Relatively confident in my bettered understanding, I looked for more modern scholarship and found Sean Winkler’s 2020 article “The Materialist Dialectic in Boris Hessen’s Newton Papers (1927 and 1931).” Winkler puts a finer point on one of Graham’s contentions: Why did Hessen seemingly contradict himself, writing against externalism in 1927, but for it in 1931? Winkler summarizes Graham’ argument thusly:
Graham maintains that in both texts, ‘Hessen wished to differentiate between the social origins of science and its cognitive value.’ That is, Hessen espouses an internalist approach in both works – in an explicit manner in 1927 and in an implicit manner in 1931 –, remaining committed through and through to the defence of the natural sciences from ‘ideological perversion’.
Winkler goes on to say that Graham is essentially wrong to say that Hessen advances two different ideological claims. Both papers, Winkler claims, are facets of a unified “dialetical materialist approach that accounts for the ‘unity in opposition’ of the external and internal dimensions of natural-scientific theory.” To bolster his claim, Winkler points to a recently discovered talk from 1930 in which Hessen explicitly makes externalist claims about science. Additionally, he points out that the differing audiences of the 1927 and 1931 papers, respectively, other Marxists and wide-eyed capitalists, explain not just stylistic but ideological differences. In the former Hessen was nitpicking and challenging more extreme colleagues; in the latter he was proselytizing.
Because we are being honest here about ignorance, I will fully admit I don’t really grasp the purported unification here, have not read the 1927 paper, and skimmed much of Winkler’s.
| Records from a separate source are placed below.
package exact

import (
	"bufio"
	"math/big"
	"os"
	"strings"
	"testing"

	"portlight/dialect/number"
)

// Every root that mpmath found (testdata/roots.txt, made by testdata/roots.py to
// 60 digits) is in one ball, and in one only.
func TestRootsAgainstMpmath(t *testing.T) {
	file, err := os.Open("testdata/roots.txt")
	if err != nil {
		t.Fatal(err)
	}
	defer file.Close()
	lines := bufio.NewScanner(file)
	lines.Buffer(nil, 1<<20)
	var name string
	var roots []Root
	var found []int
	count := 0
	finish := func() {
		for i, n := range found {
			if n != 1 {
				t.Errorf("%s: %d reference roots in %v %v", name, n, roots[i].Re, roots[i].Im)
			}
		}
	}
	for lines.Scan() {
		fields := strings.Fields(lines.Text())
		switch fields[0] {
		case "poly":
			finish()
			name = fields[1]
			roots = checkRoots(t, NewPoly(rationals(t, fields[2:])...), 120)
			found = make([]int, len(roots))
		case "root":
			count++
			at := rationals(t, fields[1:])
			want := number.ComplexBall{Re: near(at[0]), Im: near(at[1])}
			for i, r := range roots {
				if r.Ball().Overlaps(want) {
					found[i]++
					if (at[1].Sign() == 0) != r.Real {
						t.Errorf("%s: %v %v, real: %v", name, r.Re, r.Im, r.Real)
					}
				}
			}
		}
	}
	finish()
	if count < 200 {
		t.Errorf("only %d reference roots", count)
	}
}

// Every root that MPSolve found (testdata/adversarial_roots.txt, made by the script
// beside it) is in one ball and in one only: clusters of real roots and of pairs, a
// ring around one point, coefficients that are differences of nearly equal ones or
// spread over 600 decades, and a network of degree 400.
func TestHardRootsAgainstMPSolve(t *testing.T) {
	if testing.Short() {
		t.Skip("long arithmetic in one thread: run without -short")
	}
	built := map[string]func() Poly{"ladder-200": func() Poly { return unequalLadder(200) }}
	var name string
	var roots []Root
	var found []int
	count, polynomials := 0, 0
	begin := func(called string, p Poly) {
		name, roots = called, rootsAt(t, p, 130)
		if p.Degree() <= 60 {
			checkRoots(t, p, 300)
		}
		found = make([]int, len(roots))
		polynomials++
	}
	finish := func() {
		for i, n := range found {
			if n != 1 {
				t.Errorf("%s: %d reference roots in %v %v", name, n, roots[i].Re, roots[i].Im)
			}
		}
	}
	eachLine(t, "adversarial_roots.txt", func(w []string) {
		switch w[0] {
		case "poly":
			finish()
			begin(w[1], readPoly(t, w[2:]))
		case "build":
			finish()
			begin(w[1], built[w[1]]())
		case "root":
			count++
			want := reference(readRat(t, w[1]), readRat(t, w[2]))
			for i, r := range roots {
				if r.Ball().Overlaps(want) {
					found[i]++
					if (w[2] == "0") != r.Real || (w[1] == "0") != r.Imaginary {
						t.Errorf("%s: %v %v, want %v %v", name, r.Re, r.Im, w[1], w[2])
					}
				}
			}
		default:
			t.Fatalf("unknown line %q", w[0])
		}
	})
	finish()
	if polynomials < 9 || count < 620 {
		t.Errorf("only %d polynomials with %d roots", polynomials, count)
	}
}

// reference is a ball around a root known to 48 digits, of 1e-46 of its magnitude.
func reference(re, im *big.Rat) number.ComplexBall {
	size := new(big.Float).SetRat(new(big.Rat).Add(new(big.Rat).Abs(re), new(big.Rat).Abs(im)))
	width := size.SetPrec(53).Mul(size, big.NewFloat(1e-46))
	return number.ComplexBall{Re: number.BallFromRat(re, 256).WithRadius(width), Im: number.BallFromRat(im, 256).WithRadius(width)}
}

func rationals(t *testing.T, fields []string) []*big.Rat {
	t.Helper()
	var out []*big.Rat
	for _, f := range fields {
		r, ok := new(big.Rat).SetString(f)
		if !ok {
			t.Fatalf("%q is no number", f)
		}
		out = append(out, r)
	}
	return out
}

// near is a ball of 1e-57 of r around it.
func near(r *big.Rat) number.Ball {
	width, _ := new(big.Float).SetRat(new(big.Rat).Mul(new(big.Rat).Abs(r), powerOfTenRat(-57))).Float64()
	return number.BallFromRat(r, 256).WithRadius(big.NewFloat(width))
}
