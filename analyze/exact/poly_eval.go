package exact

import "math/big"

// Eval returns p(r).
func (p Poly) Eval(r *big.Rat) *big.Rat {
	n := len(p.c)
	if n == 0 {
		return new(big.Rat)
	}
	a, b := r.Num(), r.Denom()
	acc := new(big.Int).Set(p.c[n-1])
	if isOne(b) {
		for i := n - 2; i >= 0; i-- {
			acc.Add(acc.Mul(acc, a), p.c[i])
		}
		return new(big.Rat).SetFrac(acc, p.denominator())
	}
	// Homogeneous Horner: Σ c[i]·aⁱ·bⁿ⁻¹⁻ⁱ.
	power, t := big.NewInt(1), new(big.Int)
	for i := n - 2; i >= 0; i-- {
		power.Mul(power, b)
		acc.Add(acc.Mul(acc, a), t.Mul(p.c[i], power))
	}
	return new(big.Rat).SetFrac(acc, power.Mul(power, p.denominator()))
}

// EvalSign returns the sign of p(r): −1, 0 or +1.
func (p Poly) EvalSign(r *big.Rat) int { return p.Eval(r).Sign() }

// EvalGaussian returns the real and imaginary parts of p(re + j·im).
func (p Poly) EvalGaussian(re, im *big.Rat) (*big.Rat, *big.Rat) {
	if im.Sign() == 0 {
		return p.Eval(re), new(big.Rat)
	}
	n := len(p.c)
	if n == 0 {
		return new(big.Rat), new(big.Rat)
	}
	// Common denominator b: the point is (x + j·y)/b.
	g := new(big.Int).GCD(nil, nil, re.Denom(), im.Denom())
	fr := new(big.Int).Quo(im.Denom(), g)
	fi := new(big.Int).Quo(re.Denom(), g)
	b := new(big.Int).Mul(re.Denom(), fr)
	x, y := fr.Mul(fr, re.Num()), fi.Mul(fi, im.Num())
	ar, ai := new(big.Int).Set(p.c[n-1]), new(big.Int)
	power := big.NewInt(1)
	t, u := new(big.Int), new(big.Int)
	for i := n - 2; i >= 0; i-- {
		power.Mul(power, b)
		t.Mul(ar, x)
		t.Sub(t, u.Mul(ai, y))
		ai.Mul(ai, x)
		ai.Add(ai, u.Mul(ar, y))
		ar.Add(t, u.Mul(p.c[i], power))
	}
	den := power.Mul(power, p.denominator())
	return new(big.Rat).SetFrac(ar, den), new(big.Rat).SetFrac(ai, den)
}

// EvenOdd returns the polynomials E and O with p(s) = E(s²) + s·O(s²).
func (p Poly) EvenOdd() (even, odd Poly) {
	var e, o []*big.Int
	for i, v := range p.c {
		if i%2 == 0 {
			e = append(e, v)
		} else {
			o = append(o, v)
		}
	}
	return makePoly(e, p.den), makePoly(o, p.den)
}

// OnImaginaryAxis returns the polynomials A and B in x = ω² with
// p(jω) = A(ω²) + jω·B(ω²).
func (p Poly) OnImaginaryAxis() (a, b Poly) {
	e, o := p.EvenOdd()
	minus := big.NewRat(-1, 1)
	return e.ScaleArgument(minus), o.ScaleArgument(minus)
}

// MagnitudeSquared returns the polynomial M in x = ω² with
// M(ω²) = |p(jω)|².
func (p Poly) MagnitudeSquared() Poly {
	a, b := p.OnImaginaryAxis()
	return a.Mul(a).Add(b.Mul(b).Shift(1))
}
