package exact

import (
	"math/big"
	"testing"

	"pgregory.net/rapid"
)

// euclidGCD is the monic greatest common divisor by Euclid's algorithm over
// the rationals.
func euclidGCD(a, b Poly) Poly {
	for !b.IsZero() {
		_, r := a.DivMod(b)
		a, b = b, r
	}
	return a.Monic()
}

func TestGCD(t *testing.T) {
	rapid.Check(t, func(t *rapid.T) {
		c := drawPoly(t, 6, 80, "c")
		a, b := drawPoly(t, 8, 80, "a").Mul(c), drawPoly(t, 8, 80, "b").Mul(c)
		g := GCD(a, b)
		if !g.Monic().Equal(euclidGCD(a, b)) {
			t.Fatalf("GCD(%v, %v) = %v, want a multiple of %v", a, b, g, euclidGCD(a, b))
		}
		if !g.Equal(g.Primitive()) {
			t.Fatalf("%v is not primitive", g)
		}
	})
}

func TestSquareFree(t *testing.T) {
	rapid.Check(t, func(t *rapid.T) {
		p := PolyFromInt64s(rapid.Int64Range(1, 9).Draw(t, "content"))
		for range rapid.IntRange(0, 5).Draw(t, "factors") {
			p = p.Mul(drawPoly(t, 3, 20, "f").Pow(rapid.IntRange(1, 4).Draw(t, "power")))
		}
		if p.Degree() < 1 {
			return
		}
		product := PolyFromInt64s(1)
		last := 0
		radical := PolyFromInt64s(1)
		for _, f := range SquareFree(p) {
			if f.Multiplicity <= last || f.Poly.Degree() < 1 {
				t.Fatal("order or degree")
			}
			last = f.Multiplicity
			if euclidGCD(f.Poly, f.Poly.Derivative()).Degree() != 0 {
				t.Fatalf("%v has a repeated root", f.Poly)
			}
			product = product.Mul(f.Poly.Pow(f.Multiplicity))
			radical = radical.Mul(f.Poly)
		}
		if !product.Equal(p.Primitive()) {
			t.Fatalf("product %v, want %v", product, p.Primitive())
		}
		if !radical.Equal(p.Radical()) || euclidGCD(radical, radical.Derivative()).Degree() != 0 {
			t.Fatal("radical")
		}
	})
}

// randomPoly returns a polynomial with coefficients of the given size from a
// fixed sequence.
func randomPoly(seed int64, degree, bits int) Poly {
	c := make([]*big.Int, degree+1)
	x := big.NewInt(seed*2 + 1)
	mod := new(big.Int).Lsh(bigOne, uint(bits))
	mul, _ := new(big.Int).SetString("92709568269121840386109413", 10)
	for i := range c {
		for range bits/64 + 1 {
			x.Mul(x, mul)
			x.Add(x, big.NewInt(int64(i)+12345))
			x.Mod(x, mod)
		}
		c[i] = new(big.Int).Set(x)
		if i%3 == 1 {
			c[i].Neg(c[i])
		}
	}
	return PolyFromInts(c, nil)
}

func BenchmarkGCDDegree200(b *testing.B) {
	p, q, c := randomPoly(1, 200, 1000), randomPoly(2, 200, 1000), randomPoly(3, 20, 100)
	b.Run("coprime", func(b *testing.B) {
		for b.Loop() {
			if GCD(p, q).Degree() != 0 {
				b.Fatal("not coprime")
			}
		}
	})
	b.Run("common", func(b *testing.B) {
		p, q := p.Mul(c), q.Mul(c)
		for b.Loop() {
			if !GCD(p, q).Equal(c.Primitive()) {
				b.Fatal("wrong divisor")
			}
		}
	})
}
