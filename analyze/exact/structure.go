package exact

import "slices"

// blocks is the block-triangular form of a square sparse pattern: the order
// of rows and columns in which the matrix is block lower triangular, with the
// smallest blocks possible (A. L. Dulmage and N. S. Mendelsohn, Canadian
// Journal of Mathematics 10 (1958) 517–534; the blocks are the strong
// components of the matched pattern, R. E. Tarjan, SIAM Journal on Computing 1
// (1972) 146–160).
type blocks struct {
	rows, cols []int // position → row, column of the original
	end        []int // block b holds the positions end[b−1] … end[b]−1
	blockOfRow []int
	blockOfCol []int
	needs      [][]int // needs[b]: earlier blocks whose columns the rows of b touch
	negative   bool    // the two orders together are an odd permutation
}

// blockTriangular returns the form, or nil if no choice of one entry per row
// and column exists, which makes the determinant vanish for any values.
func blockTriangular(pattern [][]int) *blocks {
	n := len(pattern)
	rowOf := maximumMatching(pattern, n) // column → row
	for _, r := range rowOf {
		if r < 0 {
			return nil
		}
	}
	colOf := make([]int, n)
	for c, r := range rowOf {
		colOf[r] = c
	}
	b := &blocks{blockOfRow: make([]int, n), blockOfCol: make([]int, n)}
	for _, component := range strongComponents(pattern, rowOf) {
		slices.Sort(component)
		first := len(b.cols)
		for _, r := range component {
			b.blockOfRow[r], b.blockOfCol[colOf[r]] = len(b.end), len(b.end)
			b.rows = append(b.rows, r)
			b.cols = append(b.cols, colOf[r])
		}
		if symmetricPattern(pattern, component, b.cols[first:]) {
			slices.Sort(b.cols[first:]) // so that the block stays symmetric
		}
		b.end = append(b.end, len(b.rows))
	}
	b.needs = make([][]int, len(b.end))
	for r, cols := range pattern {
		k := b.blockOfRow[r]
		for _, c := range cols {
			if e := b.blockOfCol[c]; e != k && !slices.Contains(b.needs[k], e) {
				b.needs[k] = append(b.needs[k], e)
			}
		}
	}
	b.negative = oddPermutation(b.rows) != oddPermutation(b.cols)
	return b
}

// symmetricPattern reports whether the block of the rows, ascending, and
// columns has the same pattern when mirrored.
func symmetricPattern(pattern [][]int, rows, cols []int) bool {
	for _, c := range cols {
		if _, ok := slices.BinarySearch(rows, c); !ok {
			return false
		}
	}
	for _, r := range rows {
		for _, c := range pattern[r] {
			if _, inside := slices.BinarySearch(rows, c); inside && !slices.Contains(pattern[c], r) {
				return false
			}
		}
	}
	return true
}

// maximumMatching returns for every column the row matched to it, −1 for
// none, in a matching of greatest size: cheap assignment, then augmenting
// paths.
func maximumMatching(pattern [][]int, cols int) []int {
	rowOf := make([]int, cols)
	for i := range rowOf {
		rowOf[i] = -1
	}
	var free []int
	for r, list := range pattern {
		c := cheapColumn(list, rowOf, r)
		if c < 0 {
			free = append(free, r)
			continue
		}
		rowOf[c] = r
	}
	seen := make([]int, cols) // the row whose search visited the column last, plus one
	for _, r := range free {
		augment(pattern, rowOf, seen, r)
	}
	return rowOf
}

// cheapColumn returns a column of the list that is not matched yet, the
// diagonal one if possible, or −1.
func cheapColumn(list, rowOf []int, r int) int {
	found := -1
	for _, c := range list {
		if rowOf[c] < 0 && (found < 0 || c == r) {
			found = c
		}
	}
	return found
}

// augment searches an augmenting path from the free row start, depth first
// without recursion.
func augment(pattern [][]int, rowOf, seen []int, start int) bool {
	type frame struct{ row, next, via int } // via: the column taken from the row
	stack := []frame{{row: start, via: -1}}
	for len(stack) > 0 {
		top := &stack[len(stack)-1]
		if top.next == len(pattern[top.row]) {
			stack = stack[:len(stack)-1]
			continue
		}
		c := pattern[top.row][top.next]
		top.next++
		if seen[c] == start+1 {
			continue
		}
		seen[c] = start + 1
		top.via = c
		if rowOf[c] >= 0 {
			stack = append(stack, frame{row: rowOf[c], via: -1})
			continue
		}
		for _, f := range stack {
			rowOf[f.via] = f.row
		}
		return true
	}
	return false
}

// strongComponents returns the strong components of the graph in which a row
// points to the rows matched with its columns, every component after those it
// points to (Tarjan's algorithm without recursion).
func strongComponents(pattern [][]int, rowOf []int) [][]int {
	n := len(pattern)
	index := make([]int, n) // order of discovery, from 1
	low := make([]int, n)
	onStack := make([]bool, n)
	type frame struct{ row, next int }
	var components [][]int
	var stack []int
	count := 0
	for root := range n {
		if index[root] != 0 {
			continue
		}
		calls := []frame{{row: root}}
		for len(calls) > 0 {
			top := &calls[len(calls)-1]
			r := top.row
			if top.next == 0 {
				count++
				index[r], low[r] = count, count
				stack = append(stack, r)
				onStack[r] = true
			}
			if top.next < len(pattern[r]) {
				to := rowOf[pattern[r][top.next]]
				top.next++
				if index[to] == 0 {
					calls = append(calls, frame{row: to})
				} else if onStack[to] {
					low[r] = min(low[r], index[to])
				}
				continue
			}
			calls = calls[:len(calls)-1]
			if len(calls) > 0 {
				parent := calls[len(calls)-1].row
				low[parent] = min(low[parent], low[r])
			}
			if low[r] == index[r] {
				k := len(stack) - 1
				for stack[k] != r {
					k--
				}
				component := slices.Clone(stack[k:])
				for _, v := range component {
					onStack[v] = false
				}
				stack = stack[:k]
				components = append(components, component)
			}
		}
	}
	return components
}

// oddPermutation reports whether the permutation is odd.
func oddPermutation(p []int) bool {
	seen := make([]bool, len(p))
	odd := false
	for i := range p {
		for j := p[i]; !seen[i] && j != i; j = p[j] {
			seen[j] = true
			odd = !odd
		}
		seen[i] = true
	}
	return odd
}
But! I’ve been forced to update my perhaps too-rosy view of Graham’s assessment, and, am at this point, suspicious that a shoe will drop on Winkler’s own paper. I believe that’s how the dialectic materializes, да?
Anyhow, I wrote this because I wanted to capture what I felt today, which I’ve felt at other times but failed to commit to words and thus memory. My opinion swung back and forth because I lacked a solid base of knowledge and I was unduly persuaded—despite my better efforts to keep some sort of intellectual equanimity! Moreover, I think this volatility is probably an inevitable part of any learning experience where one dives deep enough to encounter serious scholarly debate. I’m sure others have talked about this difficulty, but I haven’t seen it, and I wanted to share my own experience being led a bit by the nose. Like so many aspects of intellectual work that are embarrassing and therefore not discussed (e.g. writing emails), I wanted to air my own reasonably soiled laundry.